Lolipops Albany team leader Jae Wilson said the visits are a huge highlight for the children.
"When we get back to the centre they'll tell us 'oh we had so much fun today did you see we saw our friend from the last time we were there, I got to give this ladie cuddles and I got to give that gentleman a handshake'," she said.
"They talk about it for weeks to come and when it's time to come again they're all fighting to see who's going to be chosen to come and I do leave a couple behind in tears because they can't all come on the same day."
Wilson said some of the children do not have grandparents living close by.
"They manage to build those relationships here and they like to tell their parents 'I saw granny today' or 'I saw grandpa today' and the parents understand that they're getting to make that relationship with an elderly person."
How many people are lonely
University of Auckland professor Janine Wiles has talked to many older people about what makes them feel isolated in her role as a social scientist who specialises in gerontology.
"Some of the things that make us more likely to feel lonely are living alone, if we've lost a partner or close family or friends, if we have reduced mobility and also if we are feeling a burden...and many of those things might precipitate a move to residential care."
"Loneliness is not a factor of being old, just because we're older doesn't mean we necessarily can expect to be lonelier. It may be that we need more support or less barriers to be able to connect."
Wiles said loneliness can be complex to describe.
"It is really difficult to measure and when we talk to older people who are experiencing loneliness or expressing a desire for more companionship it's often much more complex than I'm lonely or I'm not."
Wiles said having access to places where people can interact with others from diverse backgrounds, such as libraries and clubs, is important for social connection.
"Affordability and cost of living is really important, even things like being able to afford a cup of coffee so you can meet a friend. That's a lot more than having a cup of coffee it's the opportunity to connect, opportunity to be out in a public space and see other people interacting which we know is really helpful."
A report from the World Health Organisation (WHO) Commission on Social Connection states loneliness is common everywhere, with about one in six people feeling lonely globally.

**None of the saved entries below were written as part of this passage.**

"""The exporter `mpe`: MIDI Polyphonic Expression, lower zone (M1-100-UM v1.1).

Each note sounds on a member channel of its own with its own bend, so that a piece of any texture
plays exactly on an instrument that supports MPE. The zone is one instrument: it has one sound, and
all parts stand in one track, as nothing orders one track's set-up before another's notes. Levels
of parts become velocities, since volume too is the zone's.
"""

from __future__ import annotations

import math
from collections.abc import Iterator, Mapping, Sequence
from dataclasses import dataclass, field, replace
from itertools import chain
from operator import itemgetter
from typing import ClassVar

from retune.adapters.midi import (
    Bend,
    Control,
    Event,
    Meta,
    MetaType,
    NoteOff,
    NoteOn,
    Program,
    RawMidi,
    RawTrack,
    write_midi_file,
)
from retune.adapters.midi_marker import range_setup
from retune.errors import OutputError, Place
from retune.export.base import OutputFile
from retune.export.bend import MIDDLE, bend_step
from retune.export.midi_channels import PERCUSSION
from retune.export.midi_check import check_midi
from retune.export.midi_conductor import conductor
from retune.export.midi_mix import VOICE_OOHS, file_name, program_of, remarks, strips_of
from retune.export.midi_plan import PlannedNote, Planner, bend_scale
from retune.export.midi_text import lyric_bytes, text_bytes
from retune.export.midi_tracks import CENTRE
from retune.export.mpe_members import Members, allotted
from retune.export.mpe_receiver import MANAGER, heard_in_zone
from retune.export.options import require_allowed
from retune.export.ticks import Ticks, ticks_for
from retune.score.model import PartKind, Score
from retune.score.titles import part_titles
from retune.tracks.take import Strip, Take
from retune.tuning.model import TunedScore

_RPN_MSB, _RPN_LSB, _DATA_MSB, _MPE = 101, 100, 6, 6
_RESET, _VOLUME, _PAN, _FULL = 121, 7, 10, 100
_ZONE_TRACK, _CLICK_TRACK = 1, 2
"""After the conductor's."""

_OFF, _SETUP, _BEND, _LYRIC, _ON = range(5)
_Timed = tuple[int, int, Event]
"""Tick, rank among the events of that tick, event."""


@dataclass(frozen=True, slots=True)
class MpeOptions:
    """Options of the exporter."""

    members: int = field(
        default=15,
        metadata={
            "help": "member channels, from channel 2 up; clicks sound with 8 or fewer",
            "least": 1,
            "most": 15,
        },
    )
    bend_range: int = field(
        default=48,
        metadata={
            "help": "bend range of the members in semitones",
            "least": 1,
            "most": 96,
        },
    )
    glide_ms: float = field(
        default=40.0,
        metadata={
            "help": "milliseconds in which a held note moves to a new pitch",
            "least": 0,
            "most": 1000,
        },
    )
    program: int = field(
        default=VOICE_OOHS,
        metadata={
            "help": "General MIDI program of the zone, counting from 0",
            "least": 0,
            "most": 127,
        },
    )


class MpeExporter:
    """Writes each take as one MPE file."""

    name: ClassVar[str] = "mpe"
    summary: ClassVar[str] = "MPE for one instrument: each note on a channel of its own"
    suffixes: ClassVar[tuple[str, ...]] = (".mid",)
    Options: ClassVar[type[MpeOptions]] = MpeOptions

    def export(self, takes: Sequence[Take], options: MpeOptions) -> Iterator[OutputFile]:
        """Yield a file a take.

        Raises
        ------
        OutputError
            More different bends sound at once than there are members, or a pitch is beyond the
            keys of MIDI; bar and beat are named.
        WishError
            An option is out of its range.
        """
        require_allowed(self.name, options)
        for take in takes:
            yield _file_of(take, options)


def _file_of(take: Take, options: MpeOptions) -> OutputFile:
    played = take.played
    score = played.score
    if not take.tuned.score.notes:
        raise OutputError("there is no note to write as MPE", Place(score.file))
    strips, ticks = strips_of(take), ticks_for(played)
    tracks = _tracks_of(score, strips, options.members)
    scale = bend_scale(options.bend_range, "mpe.bend_range=48")
    planner = Planner(played, ticks, scale, options.glide_ms / 1000.0)
    planned = [_levelled(note, strips[note.part]) for note in planner.notes(tracks)]
    notes = [note for note in planned if tracks[note.part] == _ZONE_TRACK]
    clicks = [note for note in planned if tracks[note.part] == _CLICK_TRACK]
    members = allotted(score, notes, range(1, options.members + 1))
    end = max([ticks.at(score.end), *(note.off for note in planned)])
    made = [conductor(score, ticks, end), _zone(take.name, members, options, end)]
    if clicks:
        made.append(_click_track(clicks, end))
    data = write_midi_file(RawMidi(1, ticks.division, tuple(made)))
    return OutputFile(
        file_name("mpe", take),
        data,
        "; ".join(_words(score, ticks, strips, members, options)),
        lambda found: _checked(found, played, options.bend_range, tracks),
    )


def _tracks_of(score: Score, strips: Mapping[int, Strip], members: int) -> dict[int, int]:
    """The track of each part that sounds; clicks have none where their channel is a member's."""
    return {
        index: _CLICK_TRACK if score.parts[index].kind is PartKind.CLICK else _ZONE_TRACK
        for index in strips
        if score.parts[index].kind is not PartKind.CLICK or members < PERCUSSION
    }


def _checked(found: bytes, tuned: TunedScore, bend_range: int, tracks: Mapping[int, int]) -> str:
    """The file as an MPE instrument plays it, and as a synth does that obeys RPN 0 alone."""
    step = bend_step(bend_range)
    check_midi(found, tuned, step, tracks=tracks, receive=heard_in_zone)
    return check_midi(found, tuned, step, tracks=tracks)


def _levelled(note: PlannedNote, strip: Strip) -> PlannedNote:
    """A note as loud as its part stands in the mix: 40 log10 of velocity, as of volume."""
    loud = round(note.velocity * math.pow(10.0, strip.gain_db / 40.0))
    return replace(note, velocity=min(max(loud, 1), 127))


def _words(
    score: Score,
    ticks: Ticks,
    strips: Mapping[int, Strip],
    members: Members,
    options: MpeOptions,
) -> Iterator[str]:
    """What the user should know of the file."""
    step = bend_step(options.bend_range)
    yield f"lower zone of {options.members} members, {len(members.notes)} used"
    yield (
        f"rounding error up to {step / 2:.4f} cents; the instrument must support MPE, or a bend "
        f"range of {options.bend_range} semitones on each channel"
    )
    if members.shared:
        yield f"{members.shared:,} notes share a member with others of the same bend"
    parts, titles = [score.parts[index] for index in strips], part_titles(score)
    pitched = [part for part in parts if part.kind is not PartKind.CLICK]
    others = [p for p in pitched if program_of(p, options.program) != options.program]
    if others:
        names = ", ".join(titles[part.index] for part in others)
        yield f"a zone has one sound, so {names} has that of the voices"
    if any(strip.pan for strip in strips.values()):
        yield "a zone has one place, so all parts are in the middle"
    if len(pitched) < len(parts) and options.members >= PERCUSSION:
        yield "without clicks, whose channel is a member; mpe.members=8 has them"
    yield from remarks(score, ticks)


def _zone(name: str, members: Members, options: MpeOptions, end: int) -> RawTrack:
    timed: list[_Timed] = [
        (0, -1, Meta(MetaType.TRACK_NAME, text_bytes(name))),
        *((0, _SETUP, event) for event in _setup(options)),
    ]
    for channel, notes in members.notes.items():
        bend = MIDDLE
        wanted = chain.from_iterable(note.bends for note in notes)
        for tick, value in sorted(wanted, key=itemgetter(0)):
            if value != bend:
                timed.append((tick, _BEND, Bend(channel, value)))
                bend = value
        for note in notes:
            timed += _struck(note, channel)
    timed += _lyrics(members)
    return _track(timed, end)


def _setup(options: MpeOptions) -> Iterator[Event]:
    """The configuration message first, as it resets all else; then every member's bend range."""
    yield Control(MANAGER, _RESET, 0)
    for controller, value in (
        (_RPN_MSB, 0),
        (_RPN_LSB, _MPE),
        (_DATA_MSB, options.members),
        (_RPN_MSB, 127),
        (_RPN_LSB, 127),
    ):
        yield Control(MANAGER, controller, value)
    yield Program(MANAGER, options.program)
    yield Control(MANAGER, _VOLUME, _FULL)
    yield Control(MANAGER, _PAN, CENTRE)
    for channel in range(1, options.members + 1):
        yield from range_setup(channel, options.bend_range)


def _struck(note: PlannedNote, channel: int) -> Iterator[_Timed]:
    yield note.on, _ON, NoteOn(channel, note.key, note.velocity)
    yield note.off, _OFF, NoteOff(channel, note.key)


def _lyrics(members: Members) -> Iterator[_Timed]:
    """Words of the first part that has any: those of several at once cannot be read."""
    sung = [
        (note.part, note.on, words)
        for note in chain.from_iterable(members.notes.values())
        if (words := lyric_bytes(note.lyric))
    ]
    first = min((part for part, _, _ in sung), default=None)
    for part, tick, words in sung:
        if part == first:
            yield tick, _LYRIC, Meta(MetaType.LYRIC, words)


def _click_track(clicks: Sequence[PlannedNote], end: int) -> RawTrack:
    timed: list[_Timed] = [(0, -1, Meta(MetaType.TRACK_NAME, b"Click"))]
    timed += chain.from_iterable(_struck(note, PERCUSSION) for note in clicks)
    return _track(timed, end)


def _track(timed: list[_Timed], end: int) -> RawTrack:
    timed.sort(key=itemgetter(0, 1))
    return RawTrack(tuple((tick, event) for tick, _, event in timed), end)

It found young people and those living in low-income countries were more likely to experience loneliness.
The report's numbers on social isolation show up to a third of older adults are isolated, and a quarter of teenagers.
PhD candidate Melanie Stowell said now more than ever, people need to have a level of digital knowledge just to access social services and maintain social connections.
Without it, their psychological, social, physical, cognitive and financial well-being could suffer.
Meanwhile, the WHO said research showed that having strong social connections can help people live longer.
"People who are socially connected are often healthier. Support from others may, for instance, lower levels of inflammation and reduce the risk of heart disease and stroke," it said.
Glenice said she found it hard when she could no longer drive and now living in a retirement village, she has a way to push reset when she's feeling lonely.
"There's a door there, go outside and go for a walk...and I go round the building, come back and have a cup of tea. You've got to work on it, it doesn't go away on its own."
Chidrawi said she looks out for changes in the village residents' routines and demeanors.
"They don't usually say look I'm lonely but there are signs. You can see when someone starts isolating or someone who usually likes to get involved with activities, when they seem to withdraw," she said.
"We usually recognise that as a sign of loneliness and we do try and involve them a bit more."
She said the visit from the young children was a success.
"Absolutely amazing, as always the children were well behaved today...it was amazing as always and I'm sure you saw the smiles on my residents faces, very happy with that as always."
Chidrawi said the retirement village residents will be smiling for hours to come.